@case
def waterfall(rng):
    fig, ax = chart()
    steps = [("Opening", 120), ("Fares", 45), ("Freight", 30), ("Fuel", -38),
             ("Crew", -22), ("Repairs", -15)]
    level = 0
    for k, (name, d) in enumerate(steps):
        bottom = level if k else 0
        top = level + d if k else d
        ax.bar(k, abs(top - bottom), bottom=min(bottom, top),
               color="#5b8db8" if d >= 0 else "#d9534f")
        ax.text(k, max(top, bottom) + 2, "%+d" % d if k else str(d), ha="center", fontsize=8)
        level = top
    ax.bar(len(steps), level, color="#444444")
    ax.set_xticks(range(len(steps) + 1))
    ax.set_xticklabels([s[0] for s in steps] + ["Closing"], fontsize=8)
    ax.set_title("Fjordhaven Ferries - result bridge")
    return fig, [honest("other", box_of(fig, ax), "waterfall: floating bars, each starting "
                        "where the previous ended")]


@case
def candlesticks(rng):
    fig, ax = chart()
    price = 52.0
    for k in range(14):
        o = price
        c = o + rng.uniform(-3, 3)
        hi, lo = max(o, c) + rng.uniform(0.3, 2), min(o, c) - rng.uniform(0.3, 2)
        ax.plot([k, k], [lo, hi], color="black", lw=0.8)
        ax.add_patch(Rectangle((k - 0.3, min(o, c)), 0.6, abs(c - o) + 0.05,
                               facecolor="#2e8b57" if c >= o else "#c0392b"))
        price = c
    ax.set_xlim(-1, 14)
    ax.set_ylim(40, 64)
    ax.set_title("Tallow & Quince share price (invented)")
    return fig, [honest("other", box_of(fig, ax), "candlesticks on a price axis that does "
                        "not start at zero: range bars, honest")]


@case
def gantt(rng):
    fig, ax = chart()
    tasks = ["Survey", "Design", "Keel", "Hull", "Fit-out", "Trials"]
    start = 0
    for k, t in enumerate(tasks):
        d = rng.randint(3, 9)
        ax.barh(k, d, left=start, color="#7fa7d1")
        start += d - rng.randint(0, 2)
    ax.set_yticks(range(len(tasks)))
    ax.set_yticklabels(tasks)
    ax.invert_yaxis()
    ax.set_xlabel("week")
    ax.set_title("Morrow Glassworks - new kiln plan")
    return fig, [honest("other", box_of(fig, ax), "Gantt chart: bars from start to end week")]


@case
def box_plots(rng):
    fig, ax = chart()
    data = [[rng.gauss(60 + 5 * k, 6) for _ in range(40)] for k in range(5)]
    ax.boxplot(data, patch_artist=True)
    ax.set_xticks(range(1, 6))
    ax.set_xticklabels(DEPOTS[:5], fontsize=8)
    ax.set_title("Turnaround minutes per depot")
    return fig, [honest("other", box_of(fig, ax), "box plots on an axis not starting at zero")]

----

▶ **Exercise brief**
Please copy the line that contains "start += d - rng.randint(0, 2)" and each line after it through the end of the records, exactly, and no other lines.

▶ **Solution**
        start += d - rng.randint(0, 2)
    ax.set_yticks(range(len(tasks)))
    ax.set_yticklabels(tasks)
    ax.invert_yaxis()
    ax.set_xlabel("week")
    ax.set_title("Morrow Glassworks - new kiln plan")
    return fig, [honest("other", box_of(fig, ax), "Gantt chart: bars from start to end week")]


@case
def box_plots(rng):
    fig, ax = chart()
    data = [[rng.gauss(60 + 5 * k, 6) for _ in range(40)] for k in range(5)]
    ax.boxplot(data, patch_artist=True)
    ax.set_xticks(range(1, 6))
    ax.set_xticklabels(DEPOTS[:5], fontsize=8)
    ax.set_title("Turnaround minutes per depot")
    return fig, [honest("other", box_of(fig, ax), "box plots on an axis not starting at zero")]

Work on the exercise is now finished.